You will need a virtual environment with the pymc package installed.

import pymc as pm
import numpy as np
import time

J = 8
y = np.array([28, 8, -3, 7, -1, 1, 18, 12])
sigma = np.array([15, 10, 16, 11, 9, 11, 10, 18])

def main():
    with pm.Model() as eight_schools_centered:
        mu = pm.Normal("mu", 0, 5)
        tau = pm.HalfCauchy("tau", 5)
        theta = pm.Normal("theta", mu, tau, shape=J)
        obs = pm.Normal("obs", theta, sigma, observed=y)

        start = time.time()
        trace = pm.sample(draws=10000, tune=10000, chains=1)
        end = time.time()

    print(f"took {end - start} seconds")

if __name__ == "__main__":
    main()

Julia's other PPLs

Julia also has other PPLs apart from Turing.jl, such as Gen.jl and RxInfer.jl. (I've probably missed out about 5 more.)

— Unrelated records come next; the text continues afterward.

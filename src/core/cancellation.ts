/**
 * Whether the data can determine their moments in double precision (docs/methods.md §29).
 *
 * - Magnitudes: each book's largest absolute excess return lies within `magnitudeRange` (its square,
 *   the variance, is then a normal double whatever scale the core computes at) and the two books'
 *   are within `magnitudeRatio` of each other (they are scaled by one factor).
 * - Cancellation: every value is rounded to within u = 2^-52 of its size when it is read and when the
 *   risk-free return is subtracted, so excess return t carries an error of at most u R, with R a
 *   bound on |excess| + |risk-free| over the rows (the series' rounding scale). To first order such
 *   errors change a variance by at most 2 u R sd sqrt(n / (n - 1)) and the covariance by at most
 *   u sqrt(n / (n - 1)) (sd_low R_high + sd_high R_low) (Cauchy-Schwarz on sum_t d_t e_t). A variance
 *   or covariance that this bound could change by more than `cancellationTolerance` of its value is
 *   not determined by the data: a series whose variance is rounding is constant in effect (solve fails
 *   as for a constant series), a covariance that is rounding has no sign (no identified set). Two
 *   columns 0.01 and 0.02 that differ only by 1e-17 are the classic case: their variances (about
 *   1e-35) are at the level of the rounding of numbers of size 0.01 (2.2e-18, squared and summed).
 */

import type { DiagnosticDetail } from "./diagnostics.js";
import type { MomentSummary } from "./identify.js";
import { CHUNK } from "./moments.js";
import { inChunks, seriesKernel } from "./numerics/seriesKernel.js";
import { magnitudeRange, magnitudeRatio } from "./parameters.js";

/** Machine epsilon of doubles, 2^-52: a bound on the relative rounding of a value read or subtracted. */
const unitRoundoff = 2 ** -52;

/** The largest share of a variance or covariance that rounding may change before it is refused. */
export const cancellationTolerance = 1e-5;

/** Each book's rounding scale: a bound on |excess return| + |risk-free return| over the rows. */
export interface RoundingScales {
  readonly low: number;
  readonly high: number;
}

/** The largest |low - rf| and |high - rf| over the rows (each book's magnitude), and the largest |rf|. */
export interface LargestValues {
  readonly low: number;
  readonly high: number;
  readonly riskFree: number;
}

/**
 * The largest magnitudes over the rows; in the WebAssembly kernel (numerics/seriesKernel.ts, the same
 * numbers) unless `useKernel` is false.
 */
export function largestValues(
  low: ArrayLike<number>,
  high: ArrayLike<number>,
  riskFree: number | ArrayLike<number>,
  useKernel = true,
): LargestValues {
  const rates = typeof riskFree === "number" ? null : riskFree;
  const rate = typeof riskFree === "number" ? riskFree : 0;
  // [low, high, riskFree], carried from chunk to chunk (see largestChunk).
  const state = Float64Array.of(0, 0, rates === null ? Math.abs(rate) : 0);
  const n = low.length;
  const kernel = useKernel ? seriesKernel() : null;
  if (kernel !== null) {
    kernel.state.set(state);
    inChunks(kernel, { x: low, y: high, rates }, (_, count) => kernel.largest(count, rates !== null, +rate));
    state.set(kernel.state.subarray(0, 3));
  } else for (let from = 0; from < n; from += CHUNK) largestChunk(low, high, rates, rate, from, Math.min(n, from + CHUNK), state);
  return { low: state[0]!, high: state[1]!, riskFree: state[2]! };
}

/**
 * Rows [from, to) of largestValues, continuing `state`: a small function V8 optimises whole (one long
 * loop with running maxima runs in on-stack-replaced code on Node 20, boxing them; see moments.ts).
 */
function largestChunk(
  low: ArrayLike<number>,
  high: ArrayLike<number>,
  rates: ArrayLike<number> | null,
  rate: number,
  from: number,
  to: number,
  state: Float64Array,
): void {
  let l = state[0]!;
  let h = state[1]!;
  let r = state[2]!;
  const fixedRate = +rate; // a number to the optimiser: no boxing of rates[t] (seriesLoops.ts)
  for (let t = from; t < to; t++) {
    const at = rates === null ? fixedRate : rates[t]!;
    l = Math.max(l, Math.abs(low[t]! - at));
    h = Math.max(h, Math.abs(high[t]! - at));
    r = Math.max(r, Math.abs(at));
  }
  state[0] = l;
  state[1] = h;
  state[2] = r;
}

/** The magnitudes of both books' excess returns, or the first one out of range (or too far from the other). */
export function magnitudeIssue(largestLow: number, largestHigh: number): DiagnosticDetail | null {
  const outside = (x: number): boolean => x > 0 && (x < magnitudeRange.min || x > magnitudeRange.max);
  if (outside(largestLow)) return { code: "magnitude-out-of-range", series: "low", largest: largestLow, other: null };
  if (outside(largestHigh)) return { code: "magnitude-out-of-range", series: "high", largest: largestHigh, other: null };
  if (largestLow > 0 && largestHigh > 0) {
    if (largestHigh > largestLow * magnitudeRatio)
      return { code: "magnitude-out-of-range", series: "low", largest: largestLow, other: largestHigh };
    if (largestLow > largestHigh * magnitudeRatio)
      return { code: "magnitude-out-of-range", series: "high", largest: largestHigh, other: largestLow };
  }
  return null;
}

/** sqrt(n / (n - 1)): the Cauchy-Schwarz factor of the bounds above. */
const factor = (n: number): number => Math.sqrt(n / (n - 1));

/** The bound on the rounding error of a variance with this standard deviation and rounding scale. */
export function varianceRoundingError(n: number, variance: number, scale: number): number {
  return 2 * unitRoundoff * scale * Math.sqrt(variance) * factor(n);
}

/**
 * The first variance (low, high, then the market proxy's) that rounding could change by more than
 * the tolerance: a series constant in effect; null when all three are determined.
 */
export function varianceCancellation(n: number, m: MomentSummary, marketVariance: number, scales: RoundingScales): DiagnosticDetail | null {
  const w = m.weight;
  const marketScale = w * scales.low + (1 - w) * scales.high;
  // Low, high, then the market: the first that fails is reported (written out, as roll asks this of every window).
  return (
    varianceCheck(n, "low", m.lowVariance, scales.low) ??
    varianceCheck(n, "high", m.highVariance, scales.high) ??
    varianceCheck(n, "market", marketVariance, marketScale)
  );
}

function varianceCheck(n: number, quantity: "low" | "high" | "market", variance: number, scale: number): DiagnosticDetail | null {
  const roundingError = varianceRoundingError(n, variance, scale);
  return roundingError > cancellationTolerance * variance ? { code: "cancellation", quantity, value: variance, roundingError } : null;
}

/** The covariance when rounding could change it by more than the tolerance (its sign is then not determined); else null. */
export function covarianceCancellation(n: number, m: MomentSummary, scales: RoundingScales): DiagnosticDetail | null {
  const roundingError = unitRoundoff * factor(n) * (Math.sqrt(m.lowVariance) * scales.high + Math.sqrt(m.highVariance) * scales.low);
  const c = m.covariance;
  return roundingError > cancellationTolerance * Math.abs(c)
    ? { code: "cancellation", quantity: "covariance", value: c, roundingError }
    : null;
}

/**
 * A window's rounding scale from its own moments: |x_t| <= |mean| + sqrt(S), S the centred sum of
 * squares, so |mean| + sqrt(S) + the largest |risk-free return| bounds |excess| + |risk-free|.
 */
export function boundedScale(mean: number, centredSum: number, largestRiskFree: number): number {
  return Math.abs(mean) + Math.sqrt(Math.max(0, centredSum)) + largestRiskFree;
}
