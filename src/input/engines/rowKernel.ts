/**
 * The row kernel: the simple rows of a plain CSV read by WebAssembly (rowKernel.wat), about twice as
 * fast as the same loop in JavaScript, and fast from the first row (no interpreter warm-up). It reads
 * the file's bytes where they are, in its own memory: a window onto a large file (`kernelWindow`, see
 * byteWindow.ts), a large file read whole straight into it (`kernelBytes`), a small one copied there. byteGrid.ts decides what the
 * kernel's output means and reads every flagged row itself, so results are those of the JavaScript
 * engine bit for bit.
 *
 * Memory layout (never grown, so views into it stay valid): pow10 table at 0, findLines' flag for a
 * byte that is not plain at 248 (ODD_AT), a scratch area for one chunk of rows (their starts, the
 * slots, the outputs) from 256, then the file's bytes at `fileBase`.
 */
import { rowKernelWasm } from "./rowKernelWasm.js";

const PAGE = 65_536;
/** Bytes of scratch for one chunk of rows. */
const SCRATCH = 4 << 20;
/** Where the scratch area starts (after the 23 powers of ten) and where the file starts. */
const SCRATCH_BASE = 256;
/** Where findLines writes whether a range held a byte that is not plain (after the powers of ten). */
const ODD_AT = 248;
const FILE_BASE = SCRATCH_BASE + SCRATCH;
/**
 * Bytes that are not already in kernel memory are copied there up to this size; larger ones are
 * read by the kernel only when they were put in its memory (`kernelBytes`).
 */
export const COPY_LIMIT = 16 << 20;
/** Most rows per chunk; fewer when many columns are read. */
const MAX_CHUNK = 16_384;
/** Fewer rows per chunk than this (very many fields or columns): the kernel is not used. */
const MIN_CHUNK = 256;

interface KernelExports {
  findLines(from: number, to: number, base: number, out: number, odd: number): number;
  readRows(
    starts: number,
    count: number,
    base: number,
    d: number,
    slots: number,
    nf: number,
    dateIndex: number,
    out: number,
    keys: number,
    counts: number,
    flags: number,
    spans: number,
    status: number,
  ): number;
}

let compiled: WebAssembly.Module | null | undefined;

/** The compiled kernel, or null where WebAssembly is unavailable (the JavaScript engine is used). */
function kernelModule(): WebAssembly.Module | null {
  if (compiled === undefined) {
    try {
      compiled = new WebAssembly.Module(Buffer.from(rowKernelWasm, "base64"));
    } catch {
      compiled = null;
    }
  }
  return compiled;
}

/**
 * Files from this size on are read straight into kernel memory. A smaller one is read plainly and
 * copied: the copy costs little, while memory of its own costs a few page faults more. Above it the
 * copy would fault in the shared copy's fresh pages as well (a 1.5 MB file: 361 faults, about 8 ms
 * on a virtual machine), so the file's pages are faulted once, where the kernel reads them.
 */
const DIRECT_READ_MIN = 256 << 10;

/**
 * Where to read a file of `size` bytes that will be given to `readReturnsFromBytes`: a file of at least
 * DIRECT_READ_MIN bytes straight into the kernel's memory (read there in place, no copy), or null for
 * a file small enough that a plain read is best (the kernel copies it).
 */
export function largeInputBuffer(size: number): Uint8Array | null {
  return size < DIRECT_READ_MIN ? null : kernelBytes(size);
}

/** Kernel memories by the ArrayBuffer of the file bytes they hold. */
const memories = new WeakMap<ArrayBufferLike, RowKernel>();

/**
 * `size` zero bytes in kernel memory, for reading a file into (the kernel then reads them in place),
 * or a plain Uint8Array when WebAssembly is unavailable.
 */
export function kernelBytes(size: number): Uint8Array {
  const module = kernelModule();
  if (module === null || size > 0xffff_ffff - FILE_BASE) return new Uint8Array(size);
  const memory = new WebAssembly.Memory({ initial: Math.ceil((FILE_BASE + size) / PAGE) });
  const kernel = new RowKernel(memory, module);
  memories.set(memory.buffer, kernel);
  return new Uint8Array(memory.buffer, FILE_BASE, size);
}

/**
 * The offsets just past each line feed of `bytes` from `from` on (where the next row starts), found
 * by the kernel 16 bytes at a time (a small file in a copy); null for a tiny file outside kernel memory, or
 * without WebAssembly.
 */
export function lineEnds(bytes: Uint8Array, from: number): Int32Array | null {
  const kernel = memories.get(bytes.buffer);
  if (kernel !== undefined) return kernel.lineEnds(bytes.byteOffset, from, bytes.length);
  // A small file is found in a copy in the shared kernel (as rowKernelFor reads its rows): a copy of a
  // few MB costs less than a call per line. A tiny one is left to the caller's search.
  const copy = bytes.length >= LINE_COPY_MIN ? rowKernelFor(bytes) : null;
  return copy === null ? null : copy.kernel.lineEnds(copy.base, from, bytes.length);
}

/** Files shorter than this are not copied to find their lines. */
const LINE_COPY_MIN = 4096;

/** The kernel whose memory small files are copied into (made on first use, never grown). */
let copyKernel: RowKernel | null | undefined;

/**
 * The kernel that reads `bytes`, and where they start in its memory: in place when they are kernel
 * bytes; else a copy in a shared kernel when they are small enough (valid until the next call);
 * null otherwise, and where WebAssembly is unavailable.
 */
export function rowKernelFor(bytes: Uint8Array): { readonly kernel: RowKernel; readonly base: number } | null {
  const own = memories.get(bytes.buffer);
  if (own !== undefined) return { kernel: own, base: bytes.byteOffset };
  if (bytes.length > COPY_LIMIT) return null;
  if (copyKernel === undefined) {
    const module = kernelModule();
    copyKernel =
      module === null ? null : new RowKernel(new WebAssembly.Memory({ initial: Math.ceil((FILE_BASE + COPY_LIMIT) / PAGE) }), module);
  }
  if (copyKernel === null) return null;
  copyKernel.write(bytes, FILE_BASE);
  return { kernel: copyKernel, base: FILE_BASE };
}

/** Line-end offsets found so far: ends[0, count). */
export interface LineEnds {
  readonly ends: Int32Array;
  readonly count: number;
}

/**
 * `size` bytes in the memory of a kernel of their own (at `address` there), for a window onto a file
 * (byteWindow.ts); without WebAssembly, plain bytes and no kernel.
 */
export function kernelWindow(size: number): { readonly kernel: RowKernel | null; readonly bytes: Uint8Array; readonly address: number } {
  const module = kernelModule();
  if (module === null || size > 0xffff_ffff - FILE_BASE - PAGE) return { kernel: null, bytes: new Uint8Array(size), address: 0 };
  // A page more than the window: the kernel's 16-byte loads never reach the end of the memory.
  const memory = new WebAssembly.Memory({ initial: Math.ceil((FILE_BASE + size) / PAGE) + 1 });
  return { kernel: new RowKernel(memory, module), bytes: new Uint8Array(memory.buffer, FILE_BASE, size), address: FILE_BASE };
}

/**
 * Files larger than this are read through a window (byteWindow.ts) rather than whole: a window a few
 * hundred KB long is faulted in once and stays in the processor's cache, while a whole file's pages are
 * each faulted (about 10 microseconds a page here). Measured (interleaved medians, 11 rounds,
 * 2026-12-05): 100,000 rows (6 MB) with the default uncertainty 300 to 277 ms, the factor model's
 * 1.4 MB file 210 to 199 ms; 10,000 rows (0.6 MB) unchanged.
 */
export const WINDOW_FROM = 512 << 10;

/** True when a file of `size` bytes is better read through a window than whole (see largeInputBuffer). */
export function readsThroughWindow(size: number): boolean {
  return size > WINDOW_FROM;
}

/** One chunk's outputs: views into the scratch area, valid until the next `scan`. */
export interface KernelChunk {
  /** values(slot)[k]: the number read for row k of the chunk; NaN for a long number (see spans). */
  values(slot: number): Float64Array;
  /** spans(slot)[2k], [2k + 1]: where the long number of row k starts and ends in memory. */
  spans(slot: number): Int32Array;
  /** The date key of each row (0 where the date is not a calendar date). */
  readonly keys: Float64Array;
  readonly counts: Int32Array;
  /** 0: read; 1: the caller reads the row; 2: the caller parses the long numbers (NaN values). */
  readonly flags: Uint8Array;
  readonly flagged: number;
  /**
   * True when some row that was read has a well-formed stamp that is not a real date and time, or
   * one of another form than the column's (see scanStamp).
   */
  readonly badDate: boolean;
  /** The column's stamp form after the chunk (NO_FORM while no stamp was read). */
  readonly form: number;
}

export class RowKernel {
  private readonly exports: KernelExports;
  private readonly bytes: Uint8Array;
  private readonly words: Int32Array;
  private readonly doubles: Float64Array;
  /** The memory as a Buffer, for its native latin1 slices. */
  private readonly latin1: Buffer;

  constructor(memory: WebAssembly.Memory, module: WebAssembly.Module) {
    this.latin1 = Buffer.from(memory.buffer);
    this.exports = new WebAssembly.Instance(module, { env: { memory } }).exports as unknown as KernelExports;
    this.bytes = new Uint8Array(memory.buffer);
    this.words = new Int32Array(memory.buffer);
    this.doubles = new Float64Array(memory.buffer);
    for (let k = 0; k <= 22; k++) this.doubles[k] = 10 ** k;
  }

  /** See `lineEnds`: the file is at `base`, `length` bytes long. */
  lineEnds(base: number, from: number, length: number): Int32Array {
    const found = this.appendLineEnds(base, from, length, { ends: new Int32Array(Math.max(4096, (length - from) >> 5)), count: 0 });
    return found.ends.subarray(0, found.count);
  }

  /**
   * The offsets just past each line feed of file bytes [from, to) (the file at `base` in this memory:
   * its bytes there may be only those of a window), appended to `found` (grown when full); `plain`
   * is true when no byte of the range is NUL, CR, a double quote or non-ASCII (when false, isPlain
   * decides: a CR before a LF is plain).
   */
  appendLineEnds(base: number, from: number, to: number, found: LineEnds): LineEnds & { readonly plain: boolean } {
    // Each block can hold as many line feeds as bytes: one i32 each in the scratch area.
    const block = SCRATCH >> 2;
    let { ends, count } = found;
    let plain = true;
    for (let at = from; at < to; at += block) {
      const count1 = this.exports.findLines(base + at, base + Math.min(to, at + block), base, SCRATCH_BASE, ODD_AT);
      if (this.words[ODD_AT >> 2] !== 0) plain = false;
      if (count + count1 > ends.length) {
        const bigger = new Int32Array(Math.max(2 * ends.length, count + count1));
        bigger.set(ends.subarray(0, count));
        ends = bigger;
      }
      ends.set(this.words.subarray(SCRATCH_BASE >> 2, (SCRATCH_BASE >> 2) + count1), count);
      count += count1;
    }
    return { ends, count, plain };
  }

  /** Copies `bytes` into the kernel's memory at `at`. */
  write(bytes: Uint8Array, at: number): void {
    this.bytes.set(bytes, at);
  }

  /** Rows per chunk for `fields` fields and `columns` outputs, or 0 when the kernel cannot take them. */
  chunkRows(fields: number, columns: number): number {
    const fixed = 4 * fields + 64;
    // starts, values, spans, keys, counts, flags, with room for alignment
    const perRow = 4 + 8 * columns + 8 * columns + 8 + 4 + 1;
    const rows = Math.min(MAX_CHUNK, Math.floor((SCRATCH - fixed) / perRow) - 8);
    return rows >= MIN_CHUNK ? rows : 0;
  }

  /** The text of bytes [from, to) of this memory (ASCII: latin1 is the identity). */
  text(from: number, to: number): string {
    return this.latin1.toString("latin1", from, to);
  }

  /**
   * Reads rows [from, to) of a file at `base` whose rows start at `starts` (offsets into the file, as
   * PlainLines.starts; every row must end with a line feed), at most chunkRows(...) rows; `form` is
   * the date column's stamp form so far (see scanStamp; -1 before the first stamp).
   */
  scan(
    base: number,
    starts: Int32Array,
    from: number,
    to: number,
    slots: Int32Array,
    columns: number,
    delimiter: number,
    dateIndex: number,
    form = -1,
  ): KernelChunk {
    const count = to - from;
    const align8 = (n: number): number => (n + 7) & ~7;
    const statusAt = SCRATCH_BASE;
    const slotsAt = statusAt + 8;
    const startsAt = align8(slotsAt + 4 * slots.length);
    const outAt = align8(startsAt + 4 * (count + 1));
    const spansAt = outAt + 8 * columns * count;
    const keysAt = spansAt + 8 * columns * count;
    const countsAt = keysAt + 8 * count;
    const flagsAt = countsAt + 4 * count;
    const { words, doubles } = this;
    words.set(slots, slotsAt >> 2);
    words[(statusAt >> 2) + 1] = form;
    words.set(starts.subarray(from, to + 1), startsAt >> 2);
    const flagged = this.exports.readRows(
      startsAt,
      count,
      base,
      delimiter,
      slotsAt,
      slots.length,
      dateIndex,
      outAt,
      keysAt,
      countsAt,
      flagsAt,
      spansAt,
      statusAt,
    );
    return {
      values: (slot) => doubles.subarray((outAt >> 3) + slot * count, (outAt >> 3) + (slot + 1) * count),
      spans: (slot) => words.subarray((spansAt >> 2) + 2 * slot * count, (spansAt >> 2) + 2 * (slot + 1) * count),
      keys: doubles.subarray(keysAt >> 3, (keysAt >> 3) + count),
      counts: words.subarray(countsAt >> 2, (countsAt >> 2) + count),
      flags: this.bytes.subarray(flagsAt, flagsAt + count),
      flagged,
      badDate: words[statusAt >> 2] !== 0,
      form: words[(statusAt >> 2) + 1] as number,
    };
  }
}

Unfortunately I can't seem to access the Gen.jl website, so I shall refrain from fully commenting on it. My current impression of it (which seems supported by the paper) is that it contains a huge library of tools for programmable inference, i.e., operations that tend to be common in Bayesian inference. In some ways this is more principled and also allows for an extreme level of customisation over inference algorithms. Turing on the other hand is much more like a 'framework' where you import a few functions, write a model, and sample with less fuss over how you're exactly doing it. (Note that Stan takes this to an extreme: the model is simply a function that returns a number and everything else stems from that.)

RxInfer.jl has a rather different approach to modelling than Turing: it constructs a graph of all the variables in the model, which leads to some restrictions on what is possible in the model. In contrast Turing is more general-purpose and Turing models are genuine functions which can contain arbitrary Julia code. In return RxInfer can make use of this richer structure to perform inference more efficiently, for example when there are conjugate variables.

Comparing PPL syntaxes

Back to top

Between the three PPLs, Turing.jl arguably has the 'nicest' syntax: writing a Turing.jl model is almost like writing the mathematical equations that define the model. PyMC has a fairly similar syntax although it requires a little bit more boilerplate (for example, parameter names get specified twice, once as a variable to assign to and once as a string for PyMC to keep track of).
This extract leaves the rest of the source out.